Even with the administration’s claims decomposing faster than precursor chemicals in desert heat -- to name three, the claims about imminent WMD threats, that military action had concluded, and that our troops will be home soon -- it’s still hard for some folks to abandon their Iraqophobia. Sen. John McCain appeared last Sunday on “Face the Nation” and opined that finding Saddam Hussein was “very, very, very important . . . . far more important -- in my view, than capturing or killing Osama bin Laden, although that’s important, too.”

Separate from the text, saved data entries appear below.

proptest! {
    #![proptest_config(ProptestConfig { cases: 48, ..ProptestConfig::default() })]

    /// Swapping the sexes' parameters flips the sign of ln LR (exactly for the exact
    /// routines; within the error estimates for the randomised one).
    #[test]
    fn swapping_the_sexes_flips_the_sign(g in grade_strategy(), mst in grade_strategy(), y in prop::option::of(35.0f64..55.0)) {
        let m = Model::from_yaml("t", TWO_TRAIT_MODEL).unwrap();
        let w = Model::from_yaml("t", &swapped(TWO_TRAIT_MODEL)).unwrap();
        let obs = [("glabella", g), ("mastoid", mst), ("femur_head_diameter", y.and_then(measure))];
        let ctx = Context::new(9);
        let a = &m.evaluate(&person(&m, &obs), &ctx).blocks[0];
        let b = &w.evaluate(&person(&w, &obs), &ctx).blocks[0];
        prop_assert!((a.ln_lr + b.ln_lr).abs() <= a.error + b.error + 1e-9, "{} vs {}", a.ln_lr, b.ln_lr);
    }

    /// Under the default model (male latent means higher), raising one robusticity grade
    /// never makes "female" more likely.
    #[test]
    fn raising_a_grade_never_favours_female(gs in prop::collection::vec(1..=5i32, 5), which in 0usize..5) {
        let m = Model::default_model().unwrap();
        let ids = ["glabella", "mastoid", "supraorbital_margin", "mental_eminence", "nuchal_crest"];
        prop_assume!(gs[which] < 5);
        let obs: Vec<_> = ids.iter().zip(&gs).map(|(i, g)| (*i, grade(*g))).collect();
        let mut raised = obs.clone();
        raised[which].1 = grade(gs[which] + 1);
        let ctx = Context::new(4);
        let k = block(&m, "cranium");
        let a = &m.evaluate(&person(&m, &obs), &ctx).blocks[k];
        let b = &m.evaluate(&person(&m, &raised), &ctx).blocks[k];
        prop_assert!(b.ln_lr <= a.ln_lr + a.error + b.error, "{} -> {}", a.ln_lr, b.ln_lr);
    }
}

#[test]
fn seeds_depend_on_the_individual_not_the_row() {
    let ctx = Context::new(5);
    assert_eq!(
        ctx.seed_for("A", "cranium", crate::data::Sex::Female),
        Context::new(5).seed_for("A", "cranium", crate::data::Sex::Female)
    );
    assert_ne!(
        ctx.seed_for("A", "cranium", crate::data::Sex::Female),
        ctx.seed_for("A", "cranium", crate::data::Sex::Male)
    );
    assert_ne!(
        ctx.seed_for("A", "cranium", crate::data::Sex::Female),
        Context::new(6).seed_for("A", "cranium", crate::data::Sex::Female)
    );
    let _ = cdf(0.0);
}

#[test]
fn recorded_evidence_that_the_model_leaves_out_is_named() {
    use crate::data::read_assemblage_text;
    // The default model without its DNA block: the read counts are recorded but unused.
    let text = crate::model::DEFAULT_MODEL_YAML;
    let start = text.find("  - id: dna\n").unwrap();
    let last = "contamination: 0.01\n";
    let end = start + text[start..].find(last).unwrap() + last.len();
    let without = format!("{}{}", &text[..start], &text[end..]);
    let m = Model::from_yaml("no-dna.yaml", &without).unwrap();
    let table = "id,glabella,dna_x_reads,dna_y_reads\nA,3,1000,2\nB,4,,\n";
    let a =
        read_assemblage_text("t.csv", table.as_bytes(), &m.catalogue, &Default::default()).unwrap();
    let w = m.unused_evidence(&a);
    assert_eq!(w.len(), 2, "{w:?}");
    assert!(
        w[0].contains("`dna_x_reads` is recorded for 1 individual but"),
        "{}",
        w[0]
    );
    // The full model uses everything recorded.
    let full = Model::default_model().unwrap();
    let a = read_assemblage_text(
        "t.csv",
        table.as_bytes(),
        &full.catalogue,
        &Default::default(),
    )
    .unwrap();
    assert!(full.unused_evidence(&a).is_empty());
}

/// The X:autosome block of models/dna-reads.yaml against scipy.stats.betabinom with the
/// contamination mixture (tests/reference/dna_x.py): 1e-9 on libraries up to ~10⁵ reads, 1e-6
/// at 10⁸ (where scipy's own sum of log-beta terms of size 10⁷ rounds at ~1e-8).
#[test]
fn the_x_autosome_block_equals_scipy_s_beta_binomial() {
    let m = Model::from_path(std::path::Path::new(concat!(
        env!("CARGO_MANIFEST_DIR"),
        "/models/dna-reads.yaml"
    )))
    .unwrap();
    let x = m
        .blocks
        .iter()
        .find_map(|b| match b {
            Block::DnaX(d) => Some(d.clone()),
            _ => None,
        })
        .unwrap();
    let text = include_str!("../../tests/reference/fixtures/dna_x_expected.csv");
    let mut checked = 0;
    for line in text.lines().skip(1) {
        let f: Vec<&str> = line.split(',').collect();
        let (k, a): (u64, u64) = (f[0].parse().unwrap(), f[1].parse().unwrap());
        let expected: f64 = f[3].parse().unwrap();
        let got = x.ln_likelihoods(k, k + a)[usize::from(f[2] == "male")];
        let tol = if k + a > 1_000_000 { 1e-6 } else { 1e-9 };
        assert!((got - expected).abs() < tol, "{line}: {got}");
        checked += 1;
    }
    assert_eq!(checked, 10);
    // XY has half the X dosage: p_M = p_F / (2 − p_F), and Rx is 1 and 0.5 at the two shares.
    let p = x.x_share;
    let male = x.beta[1].0 / (x.beta[1].0 + x.beta[1].1);
    assert!((male - p / (2.0 - p)).abs() < 1e-15);
    assert!((x.rx(511, 10_000 - 511) - 1.0).abs() < 1e-12);
    let km = (10_000.0 * male).round() as u64;
    assert!((x.rx(km, 10_000 - km) - 0.5).abs() < 0.01);
}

As James D. Macdonald pointed out, these priorities make perfect sense because (1) Osama bin Laden attacked the United States, and (2) Saddam Hussein hasn’t.

But the best evidence that we’re in Iraq for only the absolutely best reasons came last Wednesday, when President Bush made clear that the difference between U.S. foreign policy and professional wrestling is that with U.S foreign policy, you get an official transcript.

As reported by Reuters, President Bush “challenged militants who have been killing and injuring U.S. forces in Iraq, saying ‘bring them on’ because American forces were tough enough to deal with their attacks. ‘There are some who feel like that conditions are such that they can attack us there. My answer is: Bring them on.’ ”

As satirist Adam Felber noted, these taunts were made by guy who avoided the draft, had an attendance record for his National Guard service that was (ahem) spotty at best, and who said these brave words thousands of miles from the front lines. Felber bets our troops actually in the line of fire in Iraq enjoyed this White House bravado. If they had worried that they might stop getting ambushed and attacked, or that President Bush might treasure their safety more than a good line, well, they can breathe easy now.